/**
 * Properties predicted by a parameter set at a consumer's own state points, with the uncertainty propagated from
 * the set's covariance to first order, var(f) = gᵀ C g with g = (∂f/∂ε, ∂f/∂σ) the models' analytic gradients
 * (JCGM 100:2008, "Guide to the expression of uncertainty in measurement", §5.1.2), and, where posterior draws exist,
 * the central 95 % of the model over the draws instead (no linearisation).
 * States outside the set's validity range are marked, never silently extrapolated.
 */
import { Z_95, posteriorPredictiveBand } from './lj-posterior';
import { PROPERTY_MODELS, type FitKind, type PropertyContext } from './property-models';

export interface PredictionState {
  temperatureK: number;
  /** Needed for densities. */
  pressureMPa?: number;
}

export interface PredictionSet {
  epsilonK: number;
  sigmaAngstrom: number;
  /** [[εε, εσ], [σε, σσ]] in K and Å. */
  covariance: number[][];
  validity?: { temperatureK?: [number, number]; pressureMPa?: [number, number] };
  /** Posterior draws, when the set has a posterior. */
  draws?: ReadonlyArray<{ epsilonK: number; sigmaAngstrom: number }>;
}

export interface Prediction {
  kind: FitKind;
  unit: string;
  temperatureK: number;
  pressureMPa?: number;
  value: number;
  /** First-order propagated standard uncertainty from the covariance. */
  standardError: number;
  lower95: number;
  upper95: number;
  /** How the 95 % interval was obtained. */
  intervalMethod: 'linearised covariance' | 'posterior draws';
  outsideValidity: boolean;
  /** Plain-words note when the state lies outside the validity range. */
  note?: string;
}

/** One property at each state, with its propagated uncertainty and a validity mark. */
export function predictWithUncertainty(
  kind: FitKind,
  states: readonly PredictionState[],
  set: PredictionSet,
  context: PropertyContext,
): Prediction[] {
  const model = PROPERTY_MODELS[kind];
  const c = set.covariance;
  const band = set.draws && set.draws.length >= 40 ? posteriorPredictiveBand(kind, states, set.draws, context) : null;
  return states.map((state, i) => {
    if (!(state.temperatureK > 0)) throw new RangeError(`state ${i + 1}: temperatureK must be positive, got ${state.temperatureK}`);
    if (model.needsPressure && !(Number(state.pressureMPa) > 0))
      throw new RangeError(`state ${i + 1}: the ${model.label} needs a positive pressureMPa`);
    const p = model.evaluate(state, set.epsilonK, set.sigmaAngstrom, context);
    const g = [p.dEpsilonK, p.dSigmaAngstrom];
    const variance = g[0] * g[0] * c[0][0] + 2 * g[0] * g[1] * c[0][1] + g[1] * g[1] * c[1][1];
    const standardError = Math.sqrt(Math.max(0, variance));
    const reasons: string[] = [];
    const t = set.validity?.temperatureK;
    if (t && (state.temperatureK < t[0] || state.temperatureK > t[1]))
      reasons.push(`${state.temperatureK} K lies outside the validity range ${t[0]}–${t[1]} K`);
    const pr = set.validity?.pressureMPa;
    if (pr && state.pressureMPa !== undefined && (state.pressureMPa < pr[0] || state.pressureMPa > pr[1]))
      reasons.push(`${state.pressureMPa} MPa lies outside the validity range ${pr[0]}–${pr[1]} MPa`);
    const fromDraws = band?.[i];
    const useDraws = fromDraws !== undefined && Number.isFinite(fromDraws.lower95) && Number.isFinite(fromDraws.upper95);
    return {
      kind,
      unit: model.unit,
      temperatureK: state.temperatureK,
      ...(state.pressureMPa !== undefined ? { pressureMPa: state.pressureMPa } : {}),
      value: p.value,
      standardError,
      lower95: useDraws ? fromDraws.lower95 : p.value - Z_95 * standardError,
      upper95: useDraws ? fromDraws.upper95 : p.value + Z_95 * standardError,
      intervalMethod: useDraws ? 'posterior draws' : 'linearised covariance',
      outsideValidity: reasons.length > 0,
      ...(reasons.length
        ? {
            note: `Extrapolated: ${reasons.join('; ')}. The set was not fitted there and its uncertainty does not cover the model's own error.`,
          }
        : {}),
    };
  });
}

The problem :: Without altering a single word, copy the listing above.

The answer ::
/**
 * Properties predicted by a parameter set at a consumer's own state points, with the uncertainty propagated from
 * the set's covariance to first order, var(f) = gᵀ C g with g = (∂f/∂ε, ∂f/∂σ) the models' analytic gradients
 * (JCGM 100:2008, "Guide to the expression of uncertainty in measurement", §5.1.2), and, where posterior draws exist,
 * the central 95 % of the model over the draws instead (no linearisation).
 * States outside the set's validity range are marked, never silently extrapolated.
 */
import { Z_95, posteriorPredictiveBand } from './lj-posterior';
import { PROPERTY_MODELS, type FitKind, type PropertyContext } from './property-models';

export interface PredictionState {
  temperatureK: number;
  /** Needed for densities. */
  pressureMPa?: number;
}

export interface PredictionSet {
  epsilonK: number;
  sigmaAngstrom: number;
  /** [[εε, εσ], [σε, σσ]] in K and Å. */
  covariance: number[][];
  validity?: { temperatureK?: [number, number]; pressureMPa?: [number, number] };
  /** Posterior draws, when the set has a posterior. */
  draws?: ReadonlyArray<{ epsilonK: number; sigmaAngstrom: number }>;
}

export interface Prediction {
  kind: FitKind;
  unit: string;
  temperatureK: number;
  pressureMPa?: number;
  value: number;
  /** First-order propagated standard uncertainty from the covariance. */
  standardError: number;
  lower95: number;
  upper95: number;
  /** How the 95 % interval was obtained. */
  intervalMethod: 'linearised covariance' | 'posterior draws';
  outsideValidity: boolean;
  /** Plain-words note when the state lies outside the validity range. */
  note?: string;
}

/** One property at each state, with its propagated uncertainty and a validity mark. */
export function predictWithUncertainty(
  kind: FitKind,
  states: readonly PredictionState[],
  set: PredictionSet,
  context: PropertyContext,
): Prediction[] {
  const model = PROPERTY_MODELS[kind];
  const c = set.covariance;
  const band = set.draws && set.draws.length >= 40 ? posteriorPredictiveBand(kind, states, set.draws, context) : null;
  return states.map((state, i) => {
    if (!(state.temperatureK > 0)) throw new RangeError(`state ${i + 1}: temperatureK must be positive, got ${state.temperatureK}`);
    if (model.needsPressure && !(Number(state.pressureMPa) > 0))
      throw new RangeError(`state ${i + 1}: the ${model.label} needs a positive pressureMPa`);
    const p = model.evaluate(state, set.epsilonK, set.sigmaAngstrom, context);
    const g = [p.dEpsilonK, p.dSigmaAngstrom];
    const variance = g[0] * g[0] * c[0][0] + 2 * g[0] * g[1] * c[0][1] + g[1] * g[1] * c[1][1];
    const standardError = Math.sqrt(Math.max(0, variance));
    const reasons: string[] = [];
    const t = set.validity?.temperatureK;
    if (t && (state.temperatureK < t[0] || state.temperatureK > t[1]))
      reasons.push(`${state.temperatureK} K lies outside the validity range ${t[0]}–${t[1]} K`);
    const pr = set.validity?.pressureMPa;
    if (pr && state.pressureMPa !== undefined && (state.pressureMPa < pr[0] || state.pressureMPa > pr[1]))
      reasons.push(`${state.pressureMPa} MPa lies outside the validity range ${pr[0]}–${pr[1]} MPa`);
    const fromDraws = band?.[i];
    const useDraws = fromDraws !== undefined && Number.isFinite(fromDraws.lower95) && Number.isFinite(fromDraws.upper95);
    return {
      kind,
      unit: model.unit,
      temperatureK: state.temperatureK,
      ...(state.pressureMPa !== undefined ? { pressureMPa: state.pressureMPa } : {}),
      value: p.value,
      standardError,
      lower95: useDraws ? fromDraws.lower95 : p.value - Z_95 * standardError,
      upper95: useDraws ? fromDraws.upper95 : p.value + Z_95 * standardError,
      intervalMethod: useDraws ? 'posterior draws' : 'linearised covariance',
      outsideValidity: reasons.length > 0,
      ...(reasons.length
        ? {
            note: `Extrapolated: ${reasons.join('; ')}. The set was not fitted there and its uncertainty does not cover the model's own error.`,
          }
        : {}),
    };
  });
}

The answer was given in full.